● **TASK TO COMPLETE**
Show every line of the data below that includes the word "axis".

Collected data entries
def chi_square(
    X: Any,
    y: Any,
    mode: str = "contingency",
    n_bins: int = 5,
    max_levels: int = DEFAULT_MAX_LEVELS,
) -> tuple[np.ndarray, np.ndarray]:
    """Chi-square relevance of each column to the classes of ``y``.

    Parameters
    ----------
    X : array-like of shape (n_samples, n_features)
    y : array-like of shape (n_samples,)
        Class labels.
    mode : {"contingency", "frequency"}, default="contingency"
        ``"contingency"``: Pearson test of independence on the (binned) feature-by-class
        table, no Yates correction. ``"frequency"``: scikit-learn's ``chi2`` statistic,
        which treats non-negative values as frequencies (needs ``X >= 0``).
    n_bins : int, default=5
        Quantile bins for continuous columns (contingency mode).
    max_levels : int, default=10
        Integer columns with at most this many levels are used as they are.

    Returns
    -------
    scores, pvalues : ndarray of shape (n_features,)

    Examples
    --------
    >>> X = [[0], [0], [1], [1], [1], [0]]
    >>> s, p = chi_square(X, [0, 0, 1, 1, 1, 1])
    >>> round(float(s[0]), 4)
    3.0
    """
    X, y, names = check_xy(X, y)
    codes, k = encode_labels(y)
    if mode == "frequency":
        neg = np.nanmin(X, axis=0) < 0 if X.size else np.zeros(0, bool)
        if np.any(neg):
            col = names[int(np.where(neg)[0][0])]
            raise InputError(
                f"column '{col}' has negative values; chi2 frequency mode needs counts >= 0 "
                "(use mode='contingency')"
            )
        return _per_column(X, _chi2_frequency_block, codes)
    if mode != "contingency":
        raise InputError(f"chi2 mode must be 'contingency' or 'frequency', got {mode!r}")
    n_bins = check_positive_int(n_bins, "n_bins", 2)
    tables = joint_tables(discretize_matrix(X, n_bins, max_levels), codes, k)
    return _chi2_of_tables(tables)


def _chi2_of_tables(tables: np.ndarray) -> tuple[np.ndarray, np.ndarray]:
    """Pearson X^2 and p-value of each table of a (p, L, k) stack (empty rows/columns
    dropped; a table left with one row or column gives 0 and 1)."""
    n = tables.sum(axis=(1, 2))
    a = tables.sum(axis=2, keepdims=True)
    b = tables.sum(axis=1, keepdims=True)
    with np.errstate(divide="ignore", invalid="ignore"):
        expected = a * b / n[:, None, None]
        cells = np.where(expected > 0, (tables - expected) ** 2 / expected, 0.0)
    stat = cells.sum(axis=(1, 2))
    dof = ((a[:, :, 0] > 0).sum(axis=1) - 1) * ((b[:, 0, :] > 0).sum(axis=1) - 1)
    ok = dof > 0
    pvals = np.ones(stat.size)
    pvals[ok] = stats.chi2.sf(stat[ok], dof[ok])
    stat[~ok] = 0.0
    return stat, pvals


# ---------------------------------------------------------- mutual information
def plugin_mutual_info(a: np.ndarray, b: np.ndarray) -> float:
    """Plug-in mutual information (nats) of two integer-coded vectors.

    The estimate is the mutual information of the empirical joint distribution,
    ``sum p(a,b) log(p(a,b) / (p(a) p(b)))``; it is exact for data that realise a
    distribution.

    Examples
    --------
    >>> round(plugin_mutual_info(np.array([0, 0, 1, 1]), np.array([0, 0, 1, 1])), 6)
    0.693147
    """
    a = np.asarray(a, dtype=np.intp)
    b = np.asarray(b, dtype=np.intp)
    n = a.size
    if n == 0:
        return 0.0
    _, a = np.unique(a, return_inverse=True)
    _, b = np.unique(b, return_inverse=True)
    kb = int(b.max()) + 1
    joint = np.bincount(a * kb + b)
    nz = np.nonzero(joint)[0]
    c = joint[nz].astype(float)
    pa = np.bincount(a).astype(float)
    pb = np.bincount(b).astype(float)
    terms = c * (np.log(c) + np.log(n) - np.log(pa[nz // kb]) - np.log(pb[nz % kb]))
    return max(float(terms.sum() / n), 0.0)


@renamed_keywords(random_state="seed")
def mutual_info(
    X: Any,
    y: Any,
    task: str | None = None,
    estimator: str = "auto",
    n_bins: int = 5,
    max_levels: int = DEFAULT_MAX_LEVELS,
    n_neighbors: int = 3,
    seed: int | None = 0,
) -> tuple[np.ndarray, np.ndarray | None]:
    """Mutual information (nats) between each column and the target.

    Parameters
    ----------
    X : array-like of shape (n_samples, n_features)
    y : array-like of shape (n_samples,)
    task : {"classification", "regression"}, optional
        Inferred from ``y`` when not given.
    estimator : {"auto", "plugin", "knn"}, default="auto"
        ``"auto"``: plug-in for discrete columns with a class target, kNN otherwise.
        ``"plugin"``: bin every column (and a regression target) and use the plug-in
        estimator. ``"knn"``: scikit-learn's kNN estimators for every column.
    n_bins, max_levels : int
        Discretisation for the plug-in estimator (see :func:`chi_square`).
    n_neighbors : int, default=3
        Neighbours of the kNN estimators.
    seed : int, optional
        Seed of the small noise scikit-learn adds to continuous columns.

    Returns
    -------
    scores : ndarray
        Estimated mutual information, >= 0.
    pvalues : ndarray or None
        G-test p-values for plug-in columns (NaN for kNN columns); None when no
        column used the plug-in estimator.

    Examples
    --------
    >>> s, p = mutual_info([[0], [0], [1], [1]], [0, 0, 1, 1])
    >>> round(float(s[0]), 6)
    0.693147
    """
    from sklearn.feature_selection import mutual_info_classif, mutual_info_regression

    X, y, _ = check_xy(X, y)
    task = infer_task(y, task)
    if estimator not in ("auto", "plugin", "knn"):
        raise InputError(f"mutual_info estimator must be 'auto', 'plugin' or 'knn', "
                         f"got {estimator!r}")
    n, p = X.shape
    if task == "classification":
        ycodes, _ = encode_labels(y)
        ydisc = True
    else:
        yf = numeric_target(y)
        ydisc = estimator == "plugin" or is_discrete_column(yf, max_levels)
        ycodes = discretize_column(yf, n_bins, max_levels) if ydisc else None
    if estimator == "plugin":
        discrete = np.ones(p, bool)  # unused: every column is binned
    else:
        discrete = np.array([is_discrete_column(X[:, j], max_levels) for j in range(p)], bool)
    if estimator == "plugin":
        use_plugin = np.ones(p, bool)
    elif estimator == "knn":
        use_plugin = np.zeros(p, bool)
    else:
        use_plugin = discrete & ydisc
    scores = np.zeros(p)
    pvals = np.full(p, np.nan)
    plug = np.where(use_plugin)[0]
    if plug.size:
        codes = discretize_matrix(X[:, plug], n_bins, max_levels)
        tables = joint_tables(codes, ycodes, int(ycodes.max()) + 1)
        mi = plugin_mi_tables(tables)
        scores[plug] = mi
        a = (tables.sum(axis=2) > 0).sum(axis=1)
        b = (tables.sum(axis=1) > 0).sum(axis=1)
        dof = (a - 1) * (b - 1)
        g = 2 * tables.sum(axis=(1, 2)) * mi
        pvals[plug] = np.where(dof > 0, stats.chi2.sf(g, np.maximum(dof, 1)), 1.0)
    knn_cols = np.where(~use_plugin)[0]
    func = mutual_info_classif if task == "classification" else mutual_info_regression
    target = y if task == "classification" else numeric_target(y)
    clean = [j for j in knn_cols if not np.isnan(X[:, j]).any()]
    dirty = [j for j in knn_cols if np.isnan(X[:, j]).any()]
    if clean:
        cols = np.asarray(clean)
        scores[cols] = func(X[:, cols], target, discrete_features=discrete[cols],
                            n_neighbors=n_neighbors, random_state=seed)
    for j in dirty:
        ok = ~np.isnan(X[:, j])
        if ok.sum() <= n_neighbors:
            continue
        scores[j] = func(X[ok, j:j + 1], target[ok], discrete_features=discrete[j:j + 1],
                         n_neighbors=n_neighbors, random_state=seed)[0]
    return scores, (pvals if use_plugin.any() else None)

● **SOLUTION TO THIS PROBLEM**
        neg = np.nanmin(X, axis=0) < 0 if X.size else np.zeros(0, bool)
    n = tables.sum(axis=(1, 2))
    a = tables.sum(axis=2, keepdims=True)
    b = tables.sum(axis=1, keepdims=True)
    stat = cells.sum(axis=(1, 2))
    dof = ((a[:, :, 0] > 0).sum(axis=1) - 1) * ((b[:, 0, :] > 0).sum(axis=1) - 1)
        a = (tables.sum(axis=2) > 0).sum(axis=1)
        b = (tables.sum(axis=1) > 0).sum(axis=1)
        g = 2 * tables.sum(axis=(1, 2)) * mi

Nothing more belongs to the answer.